# Walbro WA 226 Rebuild Question



## dars (Dec 12, 2009)

Hey folks. Newbie here from Knoxville, TN area. I am working on rebuilding the carb (my first rebuild) on my beloved Weed eater Twist n Edge - 10+ years old.

Model on carb indicates WA 226 but I think is a WT? I have been doing fine taking everything apart and I have the instructions from Walbro on a WT. My questions are on 2 things: 

1. The welch plug - is it absolutely necessary for me to replace this during the job? The generic walbro rebuild instructions I found on an independent site make no reference to it and I cannot locate it anyway despite having the walbro diagram. 
2. See photos of the very small screen and the carb - does this small screen go somewhere here? I see the one place in the photo with the raised edges where it COULD maybe fit but I did not see it when I disassebled - I could have missed it of course. I know I'm not supposed to use all the parts in the rebuild kit (K20-WAT) but the same instructions I have been using make mention of a small screen - but it does NOT appear in the Walbro WT part diagram. 
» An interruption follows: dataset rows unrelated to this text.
void checkScenarioWritable(const fs::path& file, const Scenario& s, Problems& out)
{
    const std::string name = trimmed(s.name);
    if (name.empty()) {
        out.push_back(fileProblem(file, code::kStoreInvalidName, "a scenario needs a name (it is empty)"));
        return;
    }
    const Model& m = s.model;
    const std::string in = " in scenario '" + name + "'";
    for (const std::string& beyond : limits::exceededLimits(m))  // the loader would refuse the file
        out.push_back(fileProblem(file, code::kStoreLimit, "scenario '" + name + "': " + beyond));
    std::set<std::string> seen;
    for (std::size_t i = 0; i < m.size(); ++i) {
        const Compartment& c = m.compartment(i);
        if (c.name.empty())
            out.push_back(fileProblem(file, code::kStoreInvalidName,
                                      "compartment " + std::to_string(i + 1) + in + " has no name"));
        else if (!seen.insert(c.name).second)
            out.push_back(fileProblem(file, code::kStoreDuplicateName, "two compartments are named '" + c.name + "'" + in));
        for (Param p : kAllParams) {
            const auto& v = c.value(p);
            if (v && !std::isfinite(*v)) {
                Problem pr = fileProblem(file, code::kStoreInvalidValue,
                                         std::string(paramSymbol(p)) + " of '" + c.name + "'" + in + " is not a finite number");
                pr.compartment = c.name;
                pr.parameter = std::string(paramKey(p));
                out.push_back(pr);
            }
            const auto& cv = c.confidenceOf(p).cv;
            if (cv && !(std::isfinite(*cv) && *cv >= 0.0)) {
                Problem pr = fileProblem(file, code::kStoreInvalidValue,
                                         "the CV of " + std::string(paramSymbol(p)) + " of '" + c.name + "'" + in +
                                             " must be a number of at least 0");
                pr.compartment = c.name;
                pr.parameter = std::string(paramKey(p));
                out.push_back(pr);
            }
        }
        if (const auto& cv = c.dietConfidence.cv; cv && !(std::isfinite(*cv) && *cv >= 0.0)) {
            Problem pr = fileProblem(file, code::kStoreInvalidValue,
                                     "the CV of the diet of '" + c.name + "'" + in + " must be a number of at least 0");
            pr.compartment = c.name;
            pr.parameter = "diet";
            out.push_back(pr);
        }
        auto badFraction = [&](const std::string& what, const std::string& parameter, const std::string& other) {
            Problem pr = fileProblem(file, code::kStoreInvalidFraction, what + in + " must lie between 0 and 1");
            pr.compartment = c.name;
            pr.parameter = parameter;
            pr.prey = other;
            out.push_back(pr);
        };
        if (!fraction(m.dietImport(i))) badFraction("the import share of the diet of '" + c.name + "'", "diet", "import");
        // Both rows in step by column, so the findings come in the order of a cell-by-cell scan.
        const auto diet = m.dietRow(i), routing = m.routingRow(i);
        for (std::size_t d = 0, r = 0; d < diet.size() || r < routing.size();) {
            const std::size_t j = std::min(d < diet.size() ? diet[d].col : m.size(), r < routing.size() ? routing[r].col : m.size());
            if (d < diet.size() && diet[d].col == j && !fraction(diet[d++].value))
                badFraction("the share of '" + m.compartment(j).name + "' in the diet of '" + c.name + "'", "diet",
                            m.compartment(j).name);
            if (r < routing.size() && routing[r].col == j && !fraction(routing[r++].value))
                badFraction("the share of '" + c.name + "' routed to '" + m.compartment(j).name + "'", "routing",
                            m.compartment(j).name);
        }
    }
    std::set<std::string> fleetNames;
    for (const Fleet& f : m.fleets()) {
        if (f.name.empty()) out.push_back(fileProblem(file, code::kStoreInvalidName, "a fleet" + in + " has no name"));
        else if (!fleetNames.insert(f.name).second)
            out.push_back(fileProblem(file, code::kStoreDuplicateName, "two fleets are named '" + f.name + "'" + in));
        for (std::size_t i = 0; i < m.size(); ++i) {
            const double landed = i < f.landings.size() ? f.landings[i] : 0.0;
            const double discarded = i < f.discards.size() ? f.discards[i] : 0.0;
            const double survival = i < f.discardSurvival.size() ? f.discardSurvival[i] : 0.0;
            if (!std::isfinite(landed) || !std::isfinite(discarded) || !fraction(survival)) {
                Problem pr = fileProblem(file, code::kStoreInvalidValue,
                                         "the catch of '" + m.compartment(i).name + "' by fleet '" + f.name + "'" + in +
                                             " needs finite landings and discards and a discard survival between 0 and 1");
                pr.compartment = m.compartment(i).name;
                pr.fleet = f.name;
                out.push_back(pr);
            }
        }
    }
    for (const auto& [compartment, pos] : s.layout)
        if (!std::isfinite(pos.x) || !std::isfinite(pos.y))
            out.push_back(fileProblem(file, code::kStoreInvalidValue,
                                      "the flow-map position of '" + compartment + "'" + in + " is not finite"));
}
Can anybody help me with this? much appreciated!


----------



## geogrubb (Jul 28, 2006)

First, welcome to the forum;
It is not necessary to remove the welch plug unless the carb was very dirty, the screen the same way, blow out all holes, cracks and crevases with brake parts cleaner(doesn't leave a residue) is normally all that is needed. Use the old metering arm unless it is very worn as it has the proper height setting. You can visit the walbro site for good technical info, select the Service/Aftermarket tab. Have a good one. Geo
www.walbro.com
WA-226 IPL
http://wem.walbro.com/walbro/produc...=WA-226-1&GroupName=Trimmer&FamilyName=POULAN


----------



## dars (Dec 12, 2009)

Thanks Geo, I cleaned it all up, finished the rebuild and she ran just fine after putting back together (in hindsight, I think biggest thing she needed was the new gas cap - the vent on the previous had broken off). Anyway, the rebuild was probably a good thing anyway - thanks for the help. sure i'll be back soon!


----------



## dars (Dec 12, 2009)

*Metering Arm*

Geo - i noticed you said put the old metering arm back in - I had already put the new one in and reassembled when I saw this - if it is running okay is there anything to be concerned about? 

thanks


----------



## geogrubb (Jul 28, 2006)

dars said:


> Geo - i noticed you said put the old metering arm back in - I had already put the new one in and reassembled when I saw this - if it is running okay is there anything to be concerned about?
> 
> thanks


If it runs and doesn't give you any problems it is fine, however save the old one just in case. If it starts acting up, flooding or not running at high end the first thing you want to do is replace the metering arm before going on a wild goose chase. Have a good one. Geo


----------